▶ [Exercise data]:
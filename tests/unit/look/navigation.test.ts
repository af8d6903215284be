import { describe, expect, it } from 'vitest';
import { accountNavigation, breastNavigation, mainNavigation, type NavigationFacts } from '#components/site/navigation.ts';

const labels = (facts: NavigationFacts) => mainNavigation(facts).map(({ label }) => label);
const visitor: NavigationFacts = { area: 'public', person: null };
const student: NavigationFacts = { area: 'public', person: { roles: ['student'] } };
const teacher: NavigationFacts = { area: 'public', person: { roles: ['student', 'teacher'] } };
const helper: NavigationFacts = { area: 'workroom', person: { roles: ['helper'] } };
const steward: NavigationFacts = { area: 'public', person: { roles: ['steward'] } };

/** Every page of the house that may be led to. */
const pages = ['/', '/series', '/reckoner', '/handbook', '/sign-in', '/sign-up', '/account', '/loom', '/notices', '/workroom', '/workroom/bench', '/workroom/questions', '/workroom/helpers', '/workroom/students', '/workroom/money', '/office', '/series/low-tide/gather'];

describe('the places in the top beam', () => {
  it('shows a visitor what is open to everybody', () => {
    expect(labels(visitor)).toEqual(['Series', 'Reckoner', 'Handbook']);
  });

  it('begins with her loom for a student', () => {
    expect(labels(student)).toEqual(['My loom', 'Series', 'Reckoner', 'Handbook']);
  });

  it('shows at a student’s loom how much she was told and has not read', () => {
    expect(mainNavigation({ area: 'public', person: { roles: ['student'], unread: 2 } })[0]).toMatchObject({ place: 'loom', count: { of: 2, word: 'unread' } });
    expect(mainNavigation({ area: 'public', person: { roles: ['student'], unread: 0 } })[0]?.count).toBeUndefined();
  });

  it('leads a student inside a series to what it needs, with the number of things not ticked yet', () => {
    const inside = mainNavigation({ ...student, series: { slug: 'low-tide', toGather: 6 } });
    expect(inside.find(({ place }) => place === 'gather')).toMatchObject({ href: '/series/low-tide/gather', count: { of: 6, word: 'to gather' } });
  });

  it('begins with the workroom and the bench for a teacher', () => {
    expect(labels({ ...teacher, waiting: 3 }).slice(0, 2)).toEqual(['Workroom', 'Bench']);
    expect(mainNavigation({ ...teacher, waiting: 3 })[1]?.count).toEqual({ of: 3, word: 'waiting' });
  });

  it('shows no number where nothing waits', () => {
    expect(mainNavigation({ ...teacher, waiting: 0 })[1]?.count).toBeUndefined();
  });

  it('keeps students and money from a helper in the workroom', () => {
    expect(labels(helper)).toEqual(['Today', 'Bench', 'Questions', 'Series']);
    expect(labels({ ...teacher, area: 'workroom' })).toEqual(['Today', 'Bench', 'Questions', 'Series', 'Students', 'Money']);
  });

  it('leads a steward to the office, and nobody else', () => {
    expect(labels(steward)[0]).toBe('Office');
    for (const facts of [visitor, student, teacher]) expect(labels(facts)).not.toContain('Office');
  });
});

describe('the bar at the foot of a phone', () => {
  it('is not there for a visitor', () => {
    expect(breastNavigation(visitor)).toEqual([]);
  });

  it('never has more than five places, and her account where there is room', () => {
    for (const facts of [student, teacher, { ...teacher, area: 'workroom' as const }, helper, steward, { ...student, series: { slug: 'low-tide' } }]) {
      expect(breastNavigation(facts).length).toBeLessThanOrEqual(5);
    }
    expect(breastNavigation(student).at(-1)?.place).toBe('account');
  });

  it('leaves money to the menu of a teacher’s name in the workroom', () => {
    const inside: NavigationFacts = { ...teacher, area: 'workroom' };
    expect(breastNavigation(inside).map(({ label }) => label)).toEqual(['Today', 'Bench', 'Questions', 'Series', 'Students']);
    expect(accountNavigation(inside).map(({ label }) => label)).toContain('Money');
    expect(accountNavigation(helper).map(({ label }) => label)).not.toContain('Money');
  });
});

it('leads only to pages that are there', () => {
  for (const roles of [[], ['student'], ['teacher'], ['helper'], ['steward'], ['student', 'teacher', 'helper', 'steward']] as const) {
    for (const area of ['public', 'workroom', 'office'] as const) {
      const facts: NavigationFacts = { area, person: { roles }, series: { slug: 'low-tide' } };
      for (const { href } of [...mainNavigation(facts), ...breastNavigation(facts), ...accountNavigation(facts)]) {
        expect(pages).toContain(href.split('#')[0]);
      }
    }
  }
});

it('never leads twice to one place', () => {
  for (const roles of [['student'], ['teacher'], ['student', 'teacher', 'helper', 'steward']] as const) {
    const places = mainNavigation({ area: 'public', person: { roles } }).map(({ place }) => place);
    expect(new Set(places).size).toBe(places.length);
  }
});
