import { DateTime } from 'luxon';

/** The day of a moment on a clock: `2026-12-01`. @param timeZone IANA name */
export function dayIn(moment: Date, timeZone: string): string {
  return DateTime.fromJSDate(moment, { zone: timeZone }).toFormat('yyyy-LL-dd');
}
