/** When the one letter of a day goes out. */
import { DateTime, IANAZone } from 'luxon';
import { instantOfWall } from './opening.ts';

export interface Morning {
  /** `YYYY-MM-DD` on her calendar. */
  readonly day: string;
  readonly at: Date;
}

/** The first seven in the morning after `now` by the clocks of `zone`; by UTC where the zone is not one. */
export function nextMorning(now: Date, zone: string): Morning {
  const clock = IANAZone.isValidZone(zone) ? zone : 'UTC';
  const today = DateTime.fromJSDate(now, { zone: clock });
  const mornings = [0, 1].map((days) => {
    const day = today.plus({ days }).toFormat('yyyy-MM-dd');
    return { day, at: instantOfWall(`${day}T07:00`, clock) ?? now };
  });
  const [first, second] = mornings as [Morning, Morning];
  return first.at > now ? first : second;
}
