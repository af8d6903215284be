import { expect, it } from 'vitest';
import { toastsAfter, type Toast } from '#islands/ui/toasts.ts';

const toast = (id: number): Toast => ({ id, says: `Band ${id} taken out.`, lastsMs: 8000 });
const ids = (toasts: readonly Toast[]) => toasts.map(({ id }) => id);

it('puts the newest last', () => {
  expect(ids(toastsAfter([toast(1)], { kind: 'say', toast: toast(2) }))).toEqual([1, 2]);
});

it('keeps at most three, so that they never cover the work', () => {
  expect(ids([1, 2, 3, 4].reduce<readonly Toast[]>((all, id) => toastsAfter(all, { kind: 'say', toast: toast(id) }), []))).toEqual([2, 3, 4]);
});

it('lets one go and leaves the others', () => {
  expect(ids(toastsAfter([toast(1), toast(2)], { kind: 'gone', id: 1 }))).toEqual([2]);
});
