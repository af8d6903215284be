// The strip beside the parts of a series: which bands each part weaves, and how far the student is.
import type { WovenPiece } from '#core/craft/cloth/cloth-piece.ts';
import { spreadOverParts, type PartStretch } from '#core/craft/cloth/parts-strip.ts';
import { wovenOf } from '#core/craft/cloth-of.ts';
import type { MadeFor } from '#core/craft/made-for.ts';
import { stretchesOf } from '#core/following/bands-by-part.ts';
import { countedShare } from '#core/following/counted-bands.ts';
import { fellOf } from '#core/following/progress.ts';
import type { FollowedSeries } from '#server/queries/following/followed-series.ts';

export interface PartStrip {
  readonly piece: WovenPiece;
  readonly parts: readonly PartStretch[];
  readonly done: number;
}

/** Null for a series whose piece cannot be drawn. Without a seat all of it is shown woven. */
export function partStrip({ series, pieces, progress, amountKeys, counts }: FollowedSeries, made: MadeFor | null): PartStrip | null {
  if (made === null) return null;
  const piece = wovenOf(made.piece, made.plan, series.title);
  if (piece === null) return null;
  const parts = stretchesOf(made.piece, amountKeys) ?? spreadOverParts(piece, series.parts.length);
  const heights = piece.bands.map(({ heightMm }) => heightMm);
  return { piece, parts, done: series.seat === null ? series.parts.length : fellOf(progress, parts, heights, countedShare(made, counts, pieces.woven)).done };
}
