/** A month as a sheet of weeks, Monday first (ISO 8601), with what falls on each of its days by the clock of a zone. */
import { DateTime } from 'luxon';

export interface MonthSheet<T> {
  /** `December 2026` */
  readonly label: string;
  /** Seven places a week; null before the first day and after the last. */
  readonly weeks: readonly (readonly (SheetDay<T> | null)[])[];
}

export interface SheetDay<T> {
  readonly day: number;
  readonly entries: readonly T[];
}

/** The months in which anything falls, in order; a month without an entry is left out. */
export function monthSheets<T>(entries: readonly { readonly at: Date; readonly entry: T }[], zone: string): MonthSheet<T>[] {
  const local = entries.map(({ at, entry }) => ({ entry, on: DateTime.fromJSDate(at, { zone }).setLocale('en-GB') }));
  const months = [...new Map(local.map(({ on }) => [on.toFormat('yyyy-MM'), on.startOf('month')])).entries()].sort(([a], [b]) => (a < b ? -1 : 1));
  return months.map(([key, first]) => {
    const days = Array.from({ length: first.daysInMonth ?? 0 }, (_, index) => ({
      day: index + 1,
      entries: local.filter(({ on }) => on.toFormat('yyyy-MM') === key && on.day === index + 1).map(({ entry }) => entry),
    }));
    const places = [...Array.from({ length: first.weekday - 1 }, () => null), ...days];
    const weeks = Array.from({ length: Math.ceil(places.length / 7) }, (_, week) => Array.from({ length: 7 }, (_place, day) => places[week * 7 + day] ?? null));
    return { label: first.toFormat('LLLL yyyy'), weeks };
  });
}
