@dataclass(frozen=True, eq=False)
class Sweep(_Curve):
    """A frequency sweep in the linear range at one temperature.

    Attributes
    ----------
    omega : ndarray of shape (n,)
        Angular frequency [rad/s], > 0, ascending.
    storage, loss : ndarray of shape (n,)
        G' and G'' [Pa], > 0.
    sigma_storage, sigma_loss : ndarray of shape (n,) or None
        Relative standard errors [-] where the file gave them.
    temperature_C : float or None
        [C]
    label : str
    rows : ndarray of int of shape (n,) or None
        Line numbers in the source file, for messages that name a point.
    path : str or None
        The source file.
    warnings : tuple of Caution
        What was done on the way here.
    strain, torque : ndarray of shape (n,) or None
        Strain amplitude [-] and torque [N m] where given.
    comments : tuple of str
        Comment and preamble lines of the source.
    stated_viscosity : ndarray of shape (n,) or None
        |eta*| [Pa s] as a column of its own beside the moduli. Nothing is computed from it: it
        bears witness on the units of the frequency and the moduli.
    """

    omega: np.ndarray
    storage: np.ndarray
    loss: np.ndarray
    sigma_storage: np.ndarray | None = None
    sigma_loss: np.ndarray | None = None
    temperature_C: float | None = None
    label: str = ""
    rows: np.ndarray | None = None
    path: str | None = None
    warnings: tuple[Caution, ...] = ()
    strain: np.ndarray | None = None
    torque: np.ndarray | None = None
    comments: tuple[str, ...] = ()
    stated_viscosity: np.ndarray | None = None

    _columns: ClassVar[dict[str, str]] = {
        "omega": "omega [rad/s]",
        "storage": "G' [Pa]",
        "loss": "G'' [Pa]",
        "sigma_storage": "sigma' [-]",
        "sigma_loss": "sigma'' [-]",
        "strain": "strain [-]",
        "torque": "torque [N m]",
        "stated_viscosity": "|eta*| [Pa s]",
    }
    _required: ClassVar[tuple[str, ...]] = ("omega", "storage", "loss")
    _sigmas: ClassVar[tuple[str, ...]] = ("sigma_storage", "sigma_loss")
    _loose: ClassVar[tuple[str, ...]] = ("strain", "torque")

    def __post_init__(self) -> None:
        self._settle()

    @property
    def complex_modulus(self) -> np.ndarray:
        """|G*| [Pa], shape (n,)."""
        return np.hypot(self.storage, self.loss)

    @property
    def complex_viscosity(self) -> np.ndarray:
        """|eta*| [Pa s], shape (n,)."""
        return np.hypot(self.storage, self.loss) / self.omega

    @property
    def tan_delta(self) -> np.ndarray:
        """G''/G' [-], shape (n,)."""
        return self.loss / self.storage

    def shifted(self, a_T: float, b_T: float = 1.0) -> Sweep:
        """The sweep at reduced frequency a_T omega and reduced moduli b_T G', b_T G''.

        Parameters
        ----------
        a_T : float
            Horizontal factor [-], > 0; above 1 when the sweep is colder than the reference.
        b_T : float
            Vertical factor [-], > 0.
        """
        if not (np.isfinite(a_T) and a_T > 0 and np.isfinite(b_T) and b_T > 0):
            raise InputError(f"shift factors must be above zero, not {a_T:g} and {b_T:g}.")
        stated = self.stated_viscosity
        return replace(
            self,
            omega=self.omega * a_T,
            storage=self.storage * b_T,
            loss=self.loss * b_T,
            stated_viscosity=None if stated is None else stated * (b_T / a_T),
        )


@dataclass(frozen=True, eq=False)
class RelaxationCurve(_Curve):
    """A relaxation modulus after a small step.

    Attributes
    ----------
    time : ndarray of shape (n,)
        [s], > 0, ascending.
    modulus : ndarray of shape (n,)
        G(t) [Pa], > 0.
    sigma : ndarray of shape (n,) or None
        Relative standard error [-].
    temperature_C, label, rows, path, warnings, comments
        As for `Sweep`.
    """

    time: np.ndarray
    modulus: np.ndarray
    sigma: np.ndarray | None = None
    temperature_C: float | None = None
    label: str = ""
    rows: np.ndarray | None = None
    path: str | None = None
    warnings: tuple[Caution, ...] = ()
    comments: tuple[str, ...] = ()

    _columns: ClassVar[dict[str, str]] = {
        "time": "t [s]",
        "modulus": "G [Pa]",
        "sigma": "sigma [-]",
    }
    _required: ClassVar[tuple[str, ...]] = ("time", "modulus")
    _sigmas: ClassVar[tuple[str, ...]] = ("sigma",)

    def __post_init__(self) -> None:
        self._settle()


@dataclass(frozen=True, eq=False)
class FlowCurve(_Curve):
    """A steady shear viscosity against the shear rate.

    Attributes
    ----------
    rate : ndarray of shape (n,)
        Shear rate [1/s], > 0, ascending.
    viscosity : ndarray of shape (n,)
        [Pa s], > 0.
    sigma : ndarray of shape (n,) or None
        Relative standard error [-].
    temperature_C, label, rows, path, warnings, comments
        As for `Sweep`.
    """

    rate: np.ndarray
    viscosity: np.ndarray
    sigma: np.ndarray | None = None
    temperature_C: float | None = None
    label: str = ""
    rows: np.ndarray | None = None
    path: str | None = None
    warnings: tuple[Caution, ...] = ()
    comments: tuple[str, ...] = ()

    _columns: ClassVar[dict[str, str]] = {
        "rate": "rate [1/s]",
        "viscosity": "eta [Pa s]",
        "sigma": "sigma [-]",
    }
    _required: ClassVar[tuple[str, ...]] = ("rate", "viscosity")
    _sigmas: ClassVar[tuple[str, ...]] = ("sigma",)

    def __post_init__(self) -> None:
        self._settle()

▶ [What is needed]:
How many lines in the entries above include the string "where"? Please answer with that number and nothing more.

▶ [Final answer]:
5